About this exercise:
Only the lines holding "next" are wanted. Copy every one from the records below.

Entries shown:

"""The resident dispatch on one worker, as a state machine: events in, instructions out, no input or output.

Each worker unrolls the same phases in the same order, for what is emitted depends on values alone. Of each
phase it keeps the tasks of its own tiles; for tiles at the seam it owes rims to other workers, and expects
theirs. Nothing is ever asked for: whoever makes something knows who needs it and sends it.

Events (method, what happened)
------------------------------
start        the run may begin: phases are emitted as far as the window and known values allow
take         a thread asks for work: the most urgent ready task, or None
finish       a thread has run a task: its arrays and contributions are here
arrive       another worker's item is here: rims, a part of a reduction, a value, a count or a release
made         the result of a reduction whose root is here has been worked out
saved        a checkpoint of a cycle has been written

Instructions (what the host must do)
------------------------------------
SendRims     cut these rims from a finished task and send them to a worker
SendItem     send a small item to a worker
Finish       work out a result from what all tiles gave, by functions of the user's, then report it as made
Save         write the state of own tiles at the end of a cycle

Life of a task
--------------
==========  ====================================  ========================================
state       moves on when                         to
==========  ====================================  ========================================
waiting     the last missing input is there       ready
ready       a thread takes it                     running
running     it is finished                        done (its state is dropped)
==========  ====================================  ========================================

There are no other moves; a failed run drops everything at once. :meth:`TaskState.move` holds the table.
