"""What never changes about a stage on one worker, worked out once: neighbours here and there, and rims to cut.

Phases then only fill in which version of each field is read.
"""

from __future__ import annotations

from collections.abc import Sequence
from dataclasses import dataclass, field

from breakstep.engine.program import Program
from breakstep.graph.stages import Stage
from breakstep.graph.tasks import TREE_ARITY
from breakstep.mesh.halo import Rim
from breakstep.steps.step import Read

Cut = tuple[str, int, Rim]  # field, consumer tile, rim


@dataclass(frozen=True)
class HaloRead:
    """One field that a stage reads beyond its tiles, as this worker sees it.

    Attributes
    ----------
    here : dict of int to tuple of int
        For each own tile, its neighbours on this worker.
    there : dict of int to tuple of int
        For each own tile, its neighbours on other workers.
    cuts : dict of int to dict of int to tuple of Cut
        For each own tile, for each other worker, the rims that it must be sent.
    """

    read: Read
    here: dict[int, tuple[int, ...]]
    there: dict[int, tuple[int, ...]]
    cuts: dict[int, dict[int, tuple[Cut, ...]]]


@dataclass(frozen=True)
class StagePlan:
    """One stage on one worker."""

    stage: Stage
    halos: tuple[HaloRead, ...]


@dataclass
class WorkerPlan:
    """All stages on one worker, for one assignment of tiles.

    Parameters
    ----------
    program : Program
    owners : sequence of int
        Worker of each tile.
    worker : int
    """

    program: Program
    owners: Sequence[int]
    worker: int
    tiles: tuple[int, ...] = field(init=False)

    def __post_init__(self) -> None:
        self.tiles = tuple(t for t, owner in enumerate(self.owners) if owner == self.worker)
        self._stages: dict[int, StagePlan] = {}

    def stage(self, index: int) -> StagePlan:
        """The plan of a stage."""
        if index not in self._stages:
            stage = self.program.template.stages[index]
            halos = tuple(self._halo(read) for read in stage.reads if not read.is_local)
            self._stages[index] = StagePlan(stage, halos)
        return self._stages[index]

    def _halo(self, read: Read) -> HaloRead:
        plans, owners = self.program.plans, self.owners
        here, there = {}, {}
        cuts: dict[int, dict[int, list[Cut]]] = {}
        for tile in range(len(owners)):
            rims = plans.plan(tile, read).rims
            if owners[tile] == self.worker:
                neighbours = dict.fromkeys(rim.neighbour for rim in rims)
                here[tile] = tuple(n for n in neighbours if owners[n] == self.worker and n != tile)
                there[tile] = tuple(n for n in neighbours if owners[n] != self.worker)
                continue
            for rim in rims:
                if owners[rim.neighbour] == self.worker:
                    of_tile = cuts.setdefault(rim.neighbour, {})
                    of_tile.setdefault(owners[tile], []).append((read.field, tile, rim))
        frozen = {t: {w: tuple(c) for w, c in to.items()} for t, to in cuts.items()}
        return HaloRead(read, here, there, frozen)


@dataclass(frozen=True)
class TreeNode:
    """One node of the reduction tree over tiles: its place, its children's homes and its parent."""

    level: int
    index: int
    home: int
    children: int


class ReductionTree:
    """The fixed tree by which contributions of all tiles are combined: arity 8 over tile numbers.

    A node lives with the owner of its first tile. The shape depends on the number of tiles alone, so bits
    do not depend on owners.
    """

    def __init__(self, owners: Sequence[int]) -> None:
        self.owners = owners
        self.nodes: dict[tuple[int, int], TreeNode] = {}
        count, level, width = len(owners), 0, 1
        while True:
            parents = -(-count // TREE_ARITY)
            width *= TREE_ARITY
            for index in range(parents):
                children = min(TREE_ARITY, count - index * TREE_ARITY)
                self.nodes[level, index] = TreeNode(level, index, owners[index * width], children)
            if parents == 1:
                break
            count, level = parents, level + 1
        self.top = level

    def place_in_order(self, level: int, index: int) -> int:
        """Position of a node among all nodes, level by level: how tasks number them."""
        before = sum(1 for other, _ in self.nodes if other < level)
        return before + index

    def __len__(self) -> int:
        return len(self.nodes)
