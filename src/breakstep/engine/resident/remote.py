"""What the driver calls on a Dask worker: begin a run, prepare, work, look in, stop, hand over the record.

Also what a worker does about a driver that is gone: it gives a run up when nobody has asked for a whole lease, or
when another driver begins a run and finds that the cluster no longer knows the first.
"""

from __future__ import annotations

import asyncio
import time
from collections.abc import Collection
from dataclasses import replace
from functools import partial
from typing import Any

from distributed import Worker, get_worker, secede

from breakstep.engine.allocator import keep_memory, release_memory
from breakstep.engine.crowd import is_beside
from breakstep.engine.resident import adapter
from breakstep.engine.resident.host import Assignment, Host, Status
from breakstep.engine.resident.wire import Parcel
from breakstep.errors import ClusterError
from breakstep.steps.step import Array

LEASE_LOOKS = 8  # a lease ends after so many looks in a row without a word from the driver
END_SECONDS = 2.0  # most by which running kernels may hold up the hand-over of a record

_HOSTS: dict[tuple[str, str], Host] = {}  # (worker's address, run): several workers may share a process
_WATCHES: dict[tuple[str, str], asyncio.Task[None]] = {}


def _receiver(address: str) -> adapter.Handler:
    """What a worker does with a message; the sender is told when the run is over here."""

    async def receive(run: str, sender: int, number: int, parcel: Parcel) -> str:
        host = _HOSTS.get((address, run))
        return "gone" if host is None else await host.receive(sender, number, parcel)

    return receive


def _giver(address: str) -> adapter.Handler:
    """What a worker does when another asks for tiles that change owner."""

    async def give(run: str, tiles: list[int]) -> Any:
        host = _HOSTS.get((address, run))
        return None if host is None else adapter.parcelled(host.hand_over(tiles))

    return give


def begin(assignment: Assignment, clients: Collection[str], dask_worker: Worker) -> None:
    """Tell a worker of a run; from now on it takes messages for it.

    Parameters
    ----------
    clients : collection of str
        Drivers that the cluster knows; runs of others are dropped.
    """
    for (address, run), other in list(_HOSTS.items()):
        if address == dask_worker.address and other.told.client not in clients:
            _drop(address, run, "its driver is gone")
    if not adapter.is_listening(dask_worker):
        adapter.listen(dask_worker, _receiver(dask_worker.address))
        adapter.listen(dask_worker, _giver(dask_worker.address), adapter.TILES)
    key = (dask_worker.address, assignment.run)
    earlier = None if assignment.previous is None else _HOSTS.get((dask_worker.address, assignment.previous))
    keep_memory("/".join(key))
    host = _HOSTS[key] = Host(_sharing_program(assignment), dask_worker, earlier)
    host.beside = partial(_beside, *key)
    _WATCHES[key] = adapter.event_loop(dask_worker).create_task(_watch(*key))


def _sharing_program(assignment: Assignment) -> Assignment:
    """The same with the program of a worker beside this one, so that its plans are worked out once a process."""
    others = (host.told.program for (_, run), host in list(_HOSTS.items()) if run == assignment.run)
    return replace(assignment, program=next(others, assignment.program))


def _beside(address: str, run: str, other: str) -> Host | None:
    """The part of another worker in the same run, if it lives in this process's crowd."""
    return _HOSTS.get((other, run)) if is_beside(address, other) else None


async def _watch(address: str, run: str) -> None:
    """Give a run up when its driver is silent for a whole lease.

    Counts looks rather than seconds: a worker that was halted for a while has not waited in that time.
    """
    host = _HOSTS[address, run]
    silent, heard = 0, host.heard
    while silent < LEASE_LOOKS:
        await asyncio.sleep(host.told.lease / LEASE_LOOKS)
        silent = 0 if host.heard > heard else silent + 1
        heard = host.heard
    _drop(address, run, f"its driver has been silent for {host.told.lease:g} s")


def _drop(address: str, run: str, why: str) -> None:
    host, watch = _HOSTS.pop((address, run)), _WATCHES.pop((address, run))
    if watch is not asyncio.current_task():
        watch.cancel()
    host.stop(ClusterError(f"the run was given up: {why}", lost=True))
    host.close()
    release_memory(f"{address}/{run}")


def prepare(run: str) -> None:
    """Make the worker's share of the initial state."""
    host = _host(run)
    secede()
    host.prepare()


def work(run: str) -> None:
    """Run to the end.

    Like :func:`prepare` it leaves Dask's pool of threads: two runs at once could otherwise each hold the threads that
    the other's remaining workers wait for, and a run that hangs on a lost worker would hold up the next.
    """
    host = _host(run)
    secede()
    host.work()


def final(run: str, dask_worker: Worker) -> Parcel | None:
    """The final state of own tiles, as items ("final", tile); None when the run is not known here."""
    host = _HOSTS.get((dask_worker.address, run))
    if host is None:
        return None
    return Parcel([(("final", tile), _as_rims(tile, fields)) for tile, fields in host.final().items()])


def _as_rims(tile: int, fields: dict[str, Array]) -> dict[Any, Array]:
    """Whole arrays in the form in which rims travel: no offset stands for all of the tile."""
    return {(name, tile, (0, 0, 0)): array for name, array in fields.items()}


def status(run: str, dask_worker: Worker) -> Status | None:
    """How far the worker is; None when it has given the run up."""
    host = _HOSTS.get((dask_worker.address, run))
    return None if host is None else host.status()


def stop(run: str, dask_worker: Worker) -> None:
    """Call a run off."""
    host = _HOSTS.get((dask_worker.address, run))
    if host is not None:
        host.stop()


async def collect(run: str, dask_worker: Worker) -> dict[str, Any]:
    """The worker's record; the run is forgotten."""
    key = (dask_worker.address, run)
    host = _HOSTS.pop(key, None)
    if host is None:
        return {}
    _WATCHES.pop(key).cancel()
    host.stop()
    deadline = time.monotonic() + END_SECONDS
    while host.working and time.monotonic() < deadline:
        await asyncio.sleep(0.01)
    host.close()
    release_memory("/".join(key))
    return _record(host)


def _record(host: Host) -> dict[str, Any]:
    recorder, core = host.notes.recorder, host.core
    recorder.complete_threads(host.told.threads)
    return {
        "worker": recorder.worker,
        "zero": recorder.zero,
        "tables": recorder.record.tables(),
        "arrived": recorder.arrived,
        "peak": core.peak_bytes if core is not None else 0,
        "answers": core.answers if core is not None else [],
        "values": _last_values(host),
        "cycles": core.cycles_done if core is not None else 0,
    }


def _last_values(host: Host) -> dict[str, Array]:
    """The newest result of each, one row: what a checkpoint hands on has rows for the lag as well."""
    core = host.core
    newest = core.unroller.last_values() if core is not None else {}
    return {n: core.values[i][-1:] for n, i in newest.items() if core is not None and i in core.values}


def _host(run: str) -> Host:
    address = get_worker().address
    try:
        return _HOSTS[address, run]
    except KeyError:
        raise ClusterError(
            f"worker {address} was asked to work on run {run}, of which it was never told or which it has dropped",
            lost=True,
        ) from None
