"""What never changes about a stage on one worker, worked out once: neighbours here and there, and rims to cut.

Phases then only fill in which version of each field is read. Fields that one phase wrote are read together.
"""

from __future__ import annotations

from collections.abc import Sequence
from dataclasses import dataclass, field
from itertools import product

from breakstep.engine.program import Program
from breakstep.graph.stages import Stage
from breakstep.graph.tasks import TREE_ARITY
from breakstep.graph.unroll import Phase
from breakstep.mesh.halo import Rim
from breakstep.steps.step import Read

Cut = tuple[str, int, Rim]  # field, consumer tile, rim


@dataclass(frozen=True)
class Reach:
    """What a stage reads of some of its fields, all in one version, as this worker sees it.

    Attributes
    ----------
    here : dict of int to tuple of int
        For each own tile, the own tiles whose arrays it reads: itself, then neighbours.
    there : dict of int to tuple of int
        For each own tile, its neighbours on other workers.
    cuts : dict of int to dict of int to tuple of Cut
        For each own tile, for each other worker, the rims that it must be sent.
    """

    here: dict[int, tuple[int, ...]]
    there: dict[int, tuple[int, ...]]
    cuts: dict[int, dict[int, tuple[Cut, ...]]]


@dataclass
class WorkerPlan:
    """All stages on one worker, for one assignment of tiles.

    Parameters
    ----------
    program : Program
    owners : sequence of int
        Worker of each tile.
    worker : int
    """

    program: Program
    owners: Sequence[int]
    worker: int
    tiles: tuple[int, ...] = field(init=False)

    def __post_init__(self) -> None:
        self.tiles = tuple(t for t, owner in enumerate(self.owners) if owner == self.worker)
        self._reaches: dict[tuple[int, tuple[str, ...]], Reach] = {}

    def reaches(self, phase: Phase) -> list[tuple[int, Reach]]:
        """The versions that a phase reads, by the phases that made them, and how far each is read."""
        names: dict[int, tuple[str, ...]] = {}
        for name, source in phase.sources.items():
            names[source] = (*names.get(source, ()), name)
        return [(source, self.reach(phase.stage, of_source)) for source, of_source in names.items()]

    def reach(self, stage: Stage, names: tuple[str, ...]) -> Reach:
        """How far a stage reads some fields."""
        key = (stage.index, names)
        if key not in self._reaches:
            reads = [read for read in stage.reads if read.field in names and not read.is_local]
            here, there = {}, {}
            for tile in self.tiles:
                plans = [self.program.plans.plan(tile, read) for read in reads]
                around = dict.fromkeys(rim.neighbour for plan in plans for rim in plan.rims)
                own = [other for other in around if self.owners[other] == self.worker]
                here[tile] = tuple(dict.fromkeys((tile, *own)))
                there[tile] = tuple(other for other in around if self.owners[other] != self.worker)
            self._reaches[key] = Reach(here, there, self._cuts(reads))
        return self._reaches[key]

    def _cuts(self, reads: Sequence[Read]) -> dict[int, dict[int, tuple[Cut, ...]]]:
        """Rims of own tiles that tiles elsewhere read."""
        cuts: dict[int, dict[int, list[Cut]]] = {}
        elsewhere = [tile for tile, owner in enumerate(self.owners) if owner != self.worker]
        for read, tile in product(reads, elsewhere):
            for rim in self.program.plans.plan(tile, read).rims:
                if self.owners[rim.neighbour] == self.worker:
                    of_tile = cuts.setdefault(rim.neighbour, {})
                    of_tile.setdefault(self.owners[tile], []).append((read.field, tile, rim))
        return {t: {w: tuple(c) for w, c in to.items()} for t, to in cuts.items()}


@dataclass(frozen=True)
class TreeNode:
    """One node of the reduction tree over tiles: its place, its children's homes and its parent."""

    level: int
    index: int
    home: int
    children: int


class ReductionTree:
    """The fixed tree by which contributions of all tiles are combined: arity 8 over tile numbers.

    A node lives with the owner of its first tile. The shape depends on the number of tiles alone, so bits
    do not depend on owners.
    """

    def __init__(self, owners: Sequence[int]) -> None:
        self.owners = owners
        self.nodes: dict[tuple[int, int], TreeNode] = {}
        count, level, width = len(owners), 0, 1
        while True:
            parents = -(-count // TREE_ARITY)
            width *= TREE_ARITY
            for index in range(parents):
                children = min(TREE_ARITY, count - index * TREE_ARITY)
                self.nodes[level, index] = TreeNode(level, index, owners[index * width], children)
            if parents == 1:
                break
            count, level = parents, level + 1
        self.top = level
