"""Reductions of a recorded run: what makes each result, and which phases it holds up.

The nodes of a tree collapse into one instance: made by a phase, used by phases.
"""

from __future__ import annotations

from collections.abc import Mapping, Sequence
from dataclasses import dataclass

import numpy as np
from numpy.typing import NDArray

from breakstep.profile.frames import Integers
from breakstep.profile.schema import EDGE_KINDS, TASK_KINDS


@dataclass(frozen=True)
class Reductions:
    """Results made from all tiles.

    Attributes
    ----------
    names : tuple of str
    lags : dict of str to int
        How late each may be used: cycles, or iterations for a verdict.
    repeated : dict of str to bool
        Whether it ends a repeat.
    name : ndarray of int64, shape (instances,)
        Place in ``names``.
    made_by : ndarray of int64, shape (instances,)
        Phase whose tasks contribute.
    instance, used_by : ndarray of int64
        Which instance each waiting phase waits for: as a value, as a verdict, or because nothing further is
        emitted before it is known.
    """

    names: tuple[str, ...]
    lags: Mapping[str, int]
    repeated: Mapping[str, bool]
    name: Integers
    made_by: Integers
    instance: Integers
    used_by: Integers


def reductions_of(
    kind: Integers,
    place: Integers,
    code: Integers,
    words: Sequence[str],
    links: tuple[Integers, Integers, Integers],
    tiles: int,
    *,
    cycle: Integers,
    iteration: Integers,
    skipped: NDArray[np.bool_],
    lags: Mapping[str, int],
) -> Reductions:
    """Collapse the trees of a record.

    Parameters
    ----------
    kind, place, code : ndarray of int64, shape (tasks,)
        Kind of each recorded task; its number among step tasks or -1; its stage's place in ``words``.
    links : tuple of ndarray
        Producer, consumer and kind of each recorded edge.
    """
    making = _making_phases(kind, place, links, tiles)
    nodes = np.flatnonzero((kind == TASK_KINDS.index("combine")) & (making >= 0))
    keys, which = np.unique(np.stack([making[nodes], code[nodes]]), axis=1, return_inverse=True)
    number = np.full(len(kind), -1, dtype=np.int64)
    number[nodes] = which
    instance, used_by = _uses(number, place, links, tiles)
    names = tuple(words[c] for c in dict.fromkeys(keys[1].tolist()))
    name = np.array([names.index(words[c]) for c in keys[1]], dtype=np.int64)
    made_by = keys[0].astype(np.int64)
    repeated = {n: bool(np.any(iteration[made_by[name == i]] >= 0)) for i, n in enumerate(names)}
    known = {n: int(lags.get(n, 0)) for n in names}
    held = _held(names, name, made_by, cycle, iteration, skipped, repeated, known)
    pairs = np.unique(np.concatenate([np.stack([instance, used_by]), held], axis=1), axis=1)
    return Reductions(names, known, repeated, name, made_by, pairs[0], pairs[1])


def _making_phases(kind: Integers, place: Integers, links: tuple[Integers, Integers, Integers], tiles: int) -> Integers:
    """For each recorded task, the newest phase that it has a contribution of; -1 for none.

    A root also reads the result before its own, which was made by an earlier phase.
    """
    source, target, what = links
    phase = np.where(place >= 0, place // tiles, -1)
    carries = (what != EDGE_KINDS.index("barrier")) & (place[target] < 0)
    source, target = source[carries], target[carries]
    order = np.argsort(target, kind="stable")
    for s, t in zip(source[order].tolist(), target[order].tolist(), strict=True):  # producers come first
        phase[t] = max(phase[t], phase[s])
    return phase


def _uses(
    number: Integers, place: Integers, links: tuple[Integers, Integers, Integers], tiles: int
) -> tuple[Integers, Integers]:
    source, target, _ = links
    real = (number[source] >= 0) & (place[target] >= 0)
    pairs = np.unique(np.stack([number[source[real]], place[target[real]] // tiles]), axis=1)
    return pairs[0], pairs[1]


def _held(
    names: Sequence[str],
    name: Integers,
    made_by: Integers,
    cycle: Integers,
    iteration: Integers,
    skipped: NDArray[np.bool_],
    repeated: Mapping[str, bool],
    lags: Mapping[str, int],
) -> Integers:
    """What follows a repeat is emitted when the verdict that ended it is known: (instance, phase) pairs."""
    found: list[tuple[int, int]] = []
    for place, which in enumerate(names):
        if not repeated[which]:
            continue
        mine = np.flatnonzero(name == place)
        for c in np.unique(cycle[made_by[mine]]):
            verdicts = mine[cycle[made_by[mine]] == c]
            passed = np.flatnonzero(skipped[made_by[verdicts]])
            executed = int(passed[0]) if len(passed) else len(verdicts)
            last = verdicts[max(executed - 1 - lags[which], 0)]
            after = int(made_by[verdicts[-1]]) + 1
            while after < len(iteration) and iteration[after] >= 0 and cycle[after] == c:
                after += 1
            if after < len(iteration):
                found.append((int(last), after))
    return np.array(found, dtype=np.int64).reshape(-1, 2).T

Solved exercise:
    return replace(assignment, program=next(others, assignment.program))
    the other's remaining workers wait for, and a run that hangs on a lost worker would hold up the next.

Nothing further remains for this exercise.